Mexican monarchal history is easier to deal with.  There were only two, and both were shot.  Spanish monarchs, and getting rid of them was a bit more complicated, but I think I have it straight now.

Felipe V:  I quit... no, I take it back

Felipe V: I quit… no, I take it back

Carlos II the last Hapsburg died childless in 1700, and the throne could have either gone to two candidates.  Louis XIV of France’s grandson Philip of Anjou  (who was the grandson of Carlos’ half-sister), or Archduke Charles of Austria, who was the nearest male Hapsburg relation.

Aragon went with Charles and Castille with Philip.  The British jumped in, fearing a Franco-Spanish alliance, resulting in the War of Spanish Successon.  Austria was satisfied with grabbing a chunk of Spanish ruled Italy, and Charles became Emperor of Austria, so pulled himself out of the running.  Philip agreed to renounce any claims to rule France, and settled in as Felipe V… and, in the process doing away with the independent kingdom of Aragon, which had always treated their kings as more or less the first among equals (famously, the people swore their allegience to the King saying “We who are as good as you…”).  Felipe V also introduced, among other things, the Semi-Salic Law, meaning that like England, the crown could only pass to a female descendent if there was no male descendent.

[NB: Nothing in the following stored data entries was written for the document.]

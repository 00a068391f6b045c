package dev.sweepline.ground.cli;

import dev.sweepline.ground.decode.DecoderConfig;
import dev.sweepline.ground.product.GroundProcessing;
import dev.sweepline.ground.product.GroundProducts;
import dev.sweepline.ground.spectrum.WindowCatalogue;
import java.io.IOException;
import java.nio.file.Files;
import java.nio.file.NoSuchFileException;
import java.nio.file.Path;
import java.util.ArrayList;
import java.util.List;
import java.util.OptionalDouble;
import java.util.concurrent.Callable;
import picocli.CommandLine.Command;
import picocli.CommandLine.Mixin;
import picocli.CommandLine.Option;
import picocli.CommandLine.Parameters;
import picocli.CommandLine.Spec;
import picocli.CommandLine.Model.CommandSpec;

/**
 * {@code decode FILE --out DIR [--instrument NAME|FILE]... [--table IMAGE]... [--allocation BITS_PER_S]}:
 * writes DIR/spectra.csv, summary.json, moments.csv, moments.json, the plots and report.html
 * ({@link GroundProcessing}), each spectrum with the description of the instrument it names.
 */
@Command(name = "decode", mixinStandardHelpOptions = true,
        description = "Decodes a file of ASM + TM frames, fits every spectrum and writes DIR/spectra.csv, "
                + "summary.json, moments.csv, moments.json, spectrogram.png, moments.png, spectrum-fit.png "
                + "and report.html.")
final class DecodeCommand implements Callable<Integer> {
    @Parameters(index = "0", paramLabel = "FILE", description = "File of ASM + TM frames.")
    Path input;

    @Option(names = "--out", required = true, paramLabel = "DIR", description = "Output directory (created).")
    Path out;

    @Option(names = "--table", paramLabel = "IMAGE",
            description = "An uplinked table image (commands.md §4.1), so its spectra get window edges; repeatable.")
    List<Path> tables = new ArrayList<>();

    @Option(names = "--allocation", paramLabel = "BITS_PER_S", converter = OptionValues.Positive.class,
            description = "Downlink allocation to compare the frame bit rate with in report.html.")
    Double allocation;

    @Option(names = "--follow", description = "Follow a growing FILE, or a TCP stream given as FILE = tcp://HOST:PORT, "
            + "rewriting the products and a self-reloading report.html every " + FollowLoop.REFRESH_SECONDS
            + " s as frames arrive (a file is followed until Ctrl-C; a TCP stream until the server closes it).")
    boolean follow;

    @Mixin
    StreamOptions options = new StreamOptions();

    @Spec
    CommandSpec spec;

    @Override
    public Integer call() {
        if (follow) {
            return FollowCommand.follow(spec.positionalParameters().get(0).originalStringValues().get(0), out, tables,
                    allocation, options, spec.commandLine());
        }
        Inputs.readable(input);
        DecoderConfig config = options.config();
        WindowCatalogue windows = new WindowCatalogue();
        for (Path t : tables) {
            if (windows.add(Inputs.read("--table", t)) < 0) {
                throw new GroundFailure(ExitCodes.INPUT, "--table " + t + ": not an intact table image (CRC or length)");
            }
        }
        if (Files.exists(out) && !Files.isDirectory(out)) {
            throw new GroundFailure(ExitCodes.IO, "--out " + out + ": exists and is not a folder");
        }
        try {
            Files.createDirectories(out);
        } catch (IOException e) {
            throw new GroundFailure(ExitCodes.IO, "--out " + out + ": cannot create the folder (" + Inputs.reason(e) + ")");
        }
        GroundProducts p;
        try {
            p = GroundProcessing.process(input, out,
                    allocation == null ? OptionalDouble.empty() : OptionalDouble.of(allocation), config,
                    windows);
        } catch (NoSuchFileException e) {
            throw new GroundFailure(ExitCodes.INPUT, input + ": " + Inputs.reason(e));
        } catch (IOException e) {
            throw new GroundFailure(ExitCodes.IO, "--out " + out + ": cannot write the products (" + Inputs.reason(e) + ")");
        }
        spec.commandLine().getOut().printf("%d good frames, %d bad, %d survey + %d focus spectra, %d fitted -> %s%n",
                p.stats().framesGood(),
                p.stats().framesBad().values().stream().mapToLong(Long::longValue).sum(),
                p.stats().spectraSurvey(), p.stats().spectraFocus(), p.fits().fitted(), out);
        return ExitCodes.OK;
    }
}
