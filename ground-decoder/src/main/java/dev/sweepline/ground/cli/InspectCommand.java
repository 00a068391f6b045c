package dev.sweepline.ground.cli;

import dev.sweepline.ground.decode.DecodeStats;
import dev.sweepline.ground.decode.DecoderConfig;
import dev.sweepline.ground.decode.TelemetryDecoder;
import dev.sweepline.ground.spectrum.Ccsds121QuadrantDecoder;
import java.io.IOException;
import java.io.PrintWriter;
import java.nio.file.Path;
import java.util.concurrent.Callable;
import picocli.CommandLine.Command;
import picocli.CommandLine.Mixin;
import picocli.CommandLine.Parameters;
import picocli.CommandLine.Spec;
import picocli.CommandLine.Model.CommandSpec;

/**
 * {@code inspect FILE [--instrument NAME|FILE]...}: a per-frame / per-packet listing on standard output;
 * spectrum lines show the layout, instrument id and sample width.
 */
@Command(name = "inspect", mixinStandardHelpOptions = true,
        description = "Lists every frame, reject, packet and decoded record of a file of ASM + TM frames.")
final class InspectCommand implements Callable<Integer> {
    @Parameters(index = "0", paramLabel = "FILE", description = "File of ASM + TM frames.")
    Path input;

    @Mixin
    StreamOptions options = new StreamOptions();

    @Spec
    CommandSpec spec;

    @Override
    public Integer call() {
        PrintWriter out = spec.commandLine().getOut();
        Inputs.readable(input);
        DecoderConfig config = options.config();
        TelemetryDecoder d = new TelemetryDecoder(config, new Ccsds121QuadrantDecoder(), new InspectListing(out));
        try {
            StreamReader.feed(input, d);
        } catch (IOException e) {
            throw new GroundFailure(ExitCodes.INPUT, input + ": cannot read it (" + Inputs.reason(e) + ")");
        }
        DecodeStats s = d.stats();
        out.printf("frame length %d%s; %d good frames (%d idle), bad %s, dropped %s, %d VC restarts, "
                        + "%d garbage octets; %d survey + %d focus spectra, %d housekeeping, %d events, "
                        + "spectrum errors %s%n",
                d.frameOctets(), d.frameLengthDetected() ? " (detected)" : "", s.framesGood(), s.framesIdle(),
                s.framesBad(), s.framesDropped(), s.vcRestarts(), s.garbageOctets(), s.spectraSurvey(),
                s.spectraFocus(), s.housekeeping(), s.events(), s.spectrumErrors());
        out.flush();
        return ExitCodes.OK;
    }
}
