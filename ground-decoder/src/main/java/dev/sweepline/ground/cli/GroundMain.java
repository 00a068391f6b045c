package dev.sweepline.ground.cli;

/** Command-line entry point (filled in by its module's work). */
public final class GroundMain {
    private GroundMain() {
    }

    public static void main(String[] args) {
        System.out.println("GroundMain: not yet wired");
    }
}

Felipe abdicated — either for health reasons (he was a manic depressive) or doing a take-back, there being an opening for King of France at the time, and maybe not being King of Spain would mean he was in the running — in 1724 in favor of his eldest son, who was 17 years old at the time.  And who died of smallpox a couple of months into his reign.  So he un-abdicated, supposedly just until his younger son was old enough to take over, but stayed on the throne another 22 years… managing along the way to grab a few chunks of Italy along with a few ports in North Africa.  And invade Poland at one point (it was family business).

Carlos_IV

Carlos IV: “¡No Mas!”

Anyway… moving foreward a few decades … the Bourbons broke off their Italian domains into separate kingdoms, mostly so they’d have relatives to marry it appears.  When Napoleon invaded the Iberian peninsula, the ruler was Carlos IV… at least in theory.  The real ruler was Manuel Godoy, the toy-boy of the king’s cousin and wife, Maria-Luisa of Parma (who, was not from one of the Spanish owned hunks of Italy, but was from the French side of the family).  Godoy had switched sides in the Napoleonic Wars too many times to be trusted, so Napoleon decided to just turn the place over to his own family.  Carlos IV was forced to abdicate in favor of his son Ferdinand VII, who was locked up in a French Castle while Spain was ruled by Joseph Bonaparte, under the official name of José I, but better known as “Pepe el borracho” (the Spaniards never did take their kings too seriously).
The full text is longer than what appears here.